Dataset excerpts

= = = = = = =

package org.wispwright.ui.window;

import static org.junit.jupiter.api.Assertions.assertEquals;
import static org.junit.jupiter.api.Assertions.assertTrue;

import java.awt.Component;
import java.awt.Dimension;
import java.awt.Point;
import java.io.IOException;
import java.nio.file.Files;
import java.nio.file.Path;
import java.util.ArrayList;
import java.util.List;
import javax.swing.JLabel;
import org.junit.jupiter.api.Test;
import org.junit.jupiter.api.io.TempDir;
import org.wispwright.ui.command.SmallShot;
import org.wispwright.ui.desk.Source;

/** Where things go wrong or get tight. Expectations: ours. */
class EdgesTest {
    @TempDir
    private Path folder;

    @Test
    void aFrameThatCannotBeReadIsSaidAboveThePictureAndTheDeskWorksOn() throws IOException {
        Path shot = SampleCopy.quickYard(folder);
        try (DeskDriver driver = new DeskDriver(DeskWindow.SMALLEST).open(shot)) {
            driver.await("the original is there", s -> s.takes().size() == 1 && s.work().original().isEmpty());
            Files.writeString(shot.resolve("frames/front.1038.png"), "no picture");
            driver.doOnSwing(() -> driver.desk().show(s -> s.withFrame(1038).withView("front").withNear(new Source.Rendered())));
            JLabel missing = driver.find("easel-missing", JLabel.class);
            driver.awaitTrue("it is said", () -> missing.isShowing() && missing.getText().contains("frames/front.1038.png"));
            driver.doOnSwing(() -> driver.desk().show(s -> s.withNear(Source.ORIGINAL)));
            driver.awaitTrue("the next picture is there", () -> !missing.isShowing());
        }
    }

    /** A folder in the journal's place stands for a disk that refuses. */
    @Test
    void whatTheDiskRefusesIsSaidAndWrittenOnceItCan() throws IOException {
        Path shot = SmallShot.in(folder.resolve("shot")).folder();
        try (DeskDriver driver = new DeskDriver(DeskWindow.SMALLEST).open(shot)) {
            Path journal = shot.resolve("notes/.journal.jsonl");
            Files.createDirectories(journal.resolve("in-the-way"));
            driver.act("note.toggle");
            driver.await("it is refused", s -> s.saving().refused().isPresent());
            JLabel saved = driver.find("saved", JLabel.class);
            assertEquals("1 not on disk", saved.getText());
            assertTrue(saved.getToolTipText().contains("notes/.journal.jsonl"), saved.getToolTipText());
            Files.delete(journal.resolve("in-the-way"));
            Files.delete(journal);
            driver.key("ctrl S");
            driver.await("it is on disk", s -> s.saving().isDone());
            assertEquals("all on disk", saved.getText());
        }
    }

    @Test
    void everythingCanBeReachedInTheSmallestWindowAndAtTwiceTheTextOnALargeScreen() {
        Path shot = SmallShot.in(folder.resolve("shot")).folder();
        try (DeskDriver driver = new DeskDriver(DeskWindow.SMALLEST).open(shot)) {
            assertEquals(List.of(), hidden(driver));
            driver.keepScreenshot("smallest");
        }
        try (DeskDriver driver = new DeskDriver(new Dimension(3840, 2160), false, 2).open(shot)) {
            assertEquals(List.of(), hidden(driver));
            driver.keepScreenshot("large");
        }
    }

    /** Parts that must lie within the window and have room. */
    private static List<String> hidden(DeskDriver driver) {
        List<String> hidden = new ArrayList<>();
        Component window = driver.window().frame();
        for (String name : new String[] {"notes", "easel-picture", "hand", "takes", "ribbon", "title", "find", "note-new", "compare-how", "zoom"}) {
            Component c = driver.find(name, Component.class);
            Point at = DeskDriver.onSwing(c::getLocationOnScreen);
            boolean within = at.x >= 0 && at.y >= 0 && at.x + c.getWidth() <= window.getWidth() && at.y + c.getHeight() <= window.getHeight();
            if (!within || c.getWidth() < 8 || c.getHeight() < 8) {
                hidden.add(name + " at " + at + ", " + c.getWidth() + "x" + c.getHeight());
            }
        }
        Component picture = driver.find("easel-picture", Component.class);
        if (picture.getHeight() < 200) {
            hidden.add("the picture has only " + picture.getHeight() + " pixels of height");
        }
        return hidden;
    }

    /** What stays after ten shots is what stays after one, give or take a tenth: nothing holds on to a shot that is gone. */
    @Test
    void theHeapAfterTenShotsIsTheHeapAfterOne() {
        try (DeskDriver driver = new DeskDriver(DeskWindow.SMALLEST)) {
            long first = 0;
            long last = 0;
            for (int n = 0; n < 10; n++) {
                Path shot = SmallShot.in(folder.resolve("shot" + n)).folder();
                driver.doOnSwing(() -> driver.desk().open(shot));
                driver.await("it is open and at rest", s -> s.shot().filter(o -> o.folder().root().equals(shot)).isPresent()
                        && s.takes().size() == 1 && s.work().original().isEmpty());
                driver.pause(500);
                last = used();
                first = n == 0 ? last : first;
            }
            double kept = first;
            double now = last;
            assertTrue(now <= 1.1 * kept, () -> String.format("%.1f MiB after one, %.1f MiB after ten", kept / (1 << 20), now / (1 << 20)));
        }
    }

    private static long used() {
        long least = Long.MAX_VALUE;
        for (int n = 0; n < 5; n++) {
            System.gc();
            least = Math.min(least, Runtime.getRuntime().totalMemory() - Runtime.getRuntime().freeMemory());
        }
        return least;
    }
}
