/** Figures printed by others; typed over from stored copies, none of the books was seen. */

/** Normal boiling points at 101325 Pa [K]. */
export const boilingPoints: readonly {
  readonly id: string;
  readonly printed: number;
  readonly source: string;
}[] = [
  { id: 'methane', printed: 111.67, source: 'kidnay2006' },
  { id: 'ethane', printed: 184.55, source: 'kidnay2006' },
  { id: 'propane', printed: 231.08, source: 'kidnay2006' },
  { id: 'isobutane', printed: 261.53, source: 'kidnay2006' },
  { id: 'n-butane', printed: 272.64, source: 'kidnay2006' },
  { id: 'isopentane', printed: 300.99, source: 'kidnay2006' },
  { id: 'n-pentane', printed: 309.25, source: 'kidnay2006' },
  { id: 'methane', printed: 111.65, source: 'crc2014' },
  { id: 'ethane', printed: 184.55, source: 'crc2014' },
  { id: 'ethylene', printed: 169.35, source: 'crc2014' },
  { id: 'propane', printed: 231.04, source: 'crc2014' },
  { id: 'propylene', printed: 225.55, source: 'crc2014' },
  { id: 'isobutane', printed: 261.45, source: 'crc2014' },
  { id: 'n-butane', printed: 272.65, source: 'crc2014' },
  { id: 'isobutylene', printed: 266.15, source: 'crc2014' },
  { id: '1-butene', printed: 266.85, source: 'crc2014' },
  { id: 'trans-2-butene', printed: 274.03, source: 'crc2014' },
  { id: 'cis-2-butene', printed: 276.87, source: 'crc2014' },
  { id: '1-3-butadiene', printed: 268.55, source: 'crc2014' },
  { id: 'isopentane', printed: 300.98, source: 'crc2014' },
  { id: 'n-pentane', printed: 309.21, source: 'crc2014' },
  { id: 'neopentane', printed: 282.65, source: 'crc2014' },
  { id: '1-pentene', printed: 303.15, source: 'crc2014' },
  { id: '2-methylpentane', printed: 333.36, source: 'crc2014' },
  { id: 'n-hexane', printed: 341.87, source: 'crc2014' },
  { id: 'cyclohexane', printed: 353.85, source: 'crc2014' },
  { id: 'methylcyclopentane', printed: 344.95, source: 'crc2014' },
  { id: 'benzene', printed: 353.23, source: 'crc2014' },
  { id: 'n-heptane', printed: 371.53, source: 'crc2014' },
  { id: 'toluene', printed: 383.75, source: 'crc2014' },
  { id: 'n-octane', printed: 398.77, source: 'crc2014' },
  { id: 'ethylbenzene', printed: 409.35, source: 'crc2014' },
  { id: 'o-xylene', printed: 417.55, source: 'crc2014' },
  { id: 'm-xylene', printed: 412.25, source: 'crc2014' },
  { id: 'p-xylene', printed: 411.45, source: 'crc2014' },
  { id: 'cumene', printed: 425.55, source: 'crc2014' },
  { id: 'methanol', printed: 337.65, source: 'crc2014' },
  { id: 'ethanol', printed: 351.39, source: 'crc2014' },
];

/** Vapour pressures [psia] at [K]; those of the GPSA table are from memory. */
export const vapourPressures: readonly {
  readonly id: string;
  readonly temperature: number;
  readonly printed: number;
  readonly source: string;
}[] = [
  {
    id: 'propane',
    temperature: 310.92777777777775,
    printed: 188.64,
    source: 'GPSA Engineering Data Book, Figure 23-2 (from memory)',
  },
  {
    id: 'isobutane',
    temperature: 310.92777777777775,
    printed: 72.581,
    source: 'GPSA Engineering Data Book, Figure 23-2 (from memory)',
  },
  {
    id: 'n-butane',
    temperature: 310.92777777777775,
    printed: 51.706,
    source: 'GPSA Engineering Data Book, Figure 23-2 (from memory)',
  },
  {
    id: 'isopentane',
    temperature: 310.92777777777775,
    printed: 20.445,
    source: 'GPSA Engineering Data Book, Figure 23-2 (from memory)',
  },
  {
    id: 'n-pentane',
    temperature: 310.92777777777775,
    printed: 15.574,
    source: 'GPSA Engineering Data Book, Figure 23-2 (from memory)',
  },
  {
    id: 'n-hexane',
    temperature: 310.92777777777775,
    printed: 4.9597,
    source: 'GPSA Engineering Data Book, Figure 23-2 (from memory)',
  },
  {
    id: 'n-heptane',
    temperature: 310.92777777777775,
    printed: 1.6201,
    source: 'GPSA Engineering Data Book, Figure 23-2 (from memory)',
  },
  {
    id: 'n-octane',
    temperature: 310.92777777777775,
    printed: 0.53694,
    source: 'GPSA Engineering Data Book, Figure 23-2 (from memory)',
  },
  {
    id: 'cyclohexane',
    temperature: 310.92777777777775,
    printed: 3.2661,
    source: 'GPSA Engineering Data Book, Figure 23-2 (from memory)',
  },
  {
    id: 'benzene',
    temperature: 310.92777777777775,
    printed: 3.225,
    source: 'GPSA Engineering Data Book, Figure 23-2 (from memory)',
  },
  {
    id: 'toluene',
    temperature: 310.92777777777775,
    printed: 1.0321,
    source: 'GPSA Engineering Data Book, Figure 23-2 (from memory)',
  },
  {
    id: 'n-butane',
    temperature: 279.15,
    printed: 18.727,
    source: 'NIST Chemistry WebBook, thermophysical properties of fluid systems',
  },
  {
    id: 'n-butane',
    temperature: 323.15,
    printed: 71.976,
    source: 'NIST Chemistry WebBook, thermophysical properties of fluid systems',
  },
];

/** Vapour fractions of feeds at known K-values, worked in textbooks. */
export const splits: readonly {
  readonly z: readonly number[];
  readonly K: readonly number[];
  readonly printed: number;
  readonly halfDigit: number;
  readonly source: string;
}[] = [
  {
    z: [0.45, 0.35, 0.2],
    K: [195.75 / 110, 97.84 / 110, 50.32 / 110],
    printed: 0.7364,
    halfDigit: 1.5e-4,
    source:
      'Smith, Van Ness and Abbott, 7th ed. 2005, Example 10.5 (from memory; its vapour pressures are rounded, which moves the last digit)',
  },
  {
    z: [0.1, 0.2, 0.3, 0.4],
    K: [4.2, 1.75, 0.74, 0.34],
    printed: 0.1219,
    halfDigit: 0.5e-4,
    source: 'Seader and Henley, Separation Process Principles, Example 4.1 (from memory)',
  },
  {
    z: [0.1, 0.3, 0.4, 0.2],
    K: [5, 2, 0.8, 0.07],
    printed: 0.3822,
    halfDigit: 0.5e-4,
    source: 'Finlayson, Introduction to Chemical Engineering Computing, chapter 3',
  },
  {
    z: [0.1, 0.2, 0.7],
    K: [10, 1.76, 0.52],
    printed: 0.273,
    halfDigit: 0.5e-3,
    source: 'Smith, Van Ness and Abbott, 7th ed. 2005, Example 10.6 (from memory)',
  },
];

= = = = = = =

_Your task_: Check each line of these records for the string "halfDigit" and state only how many lines have it.

_Task answer_: 5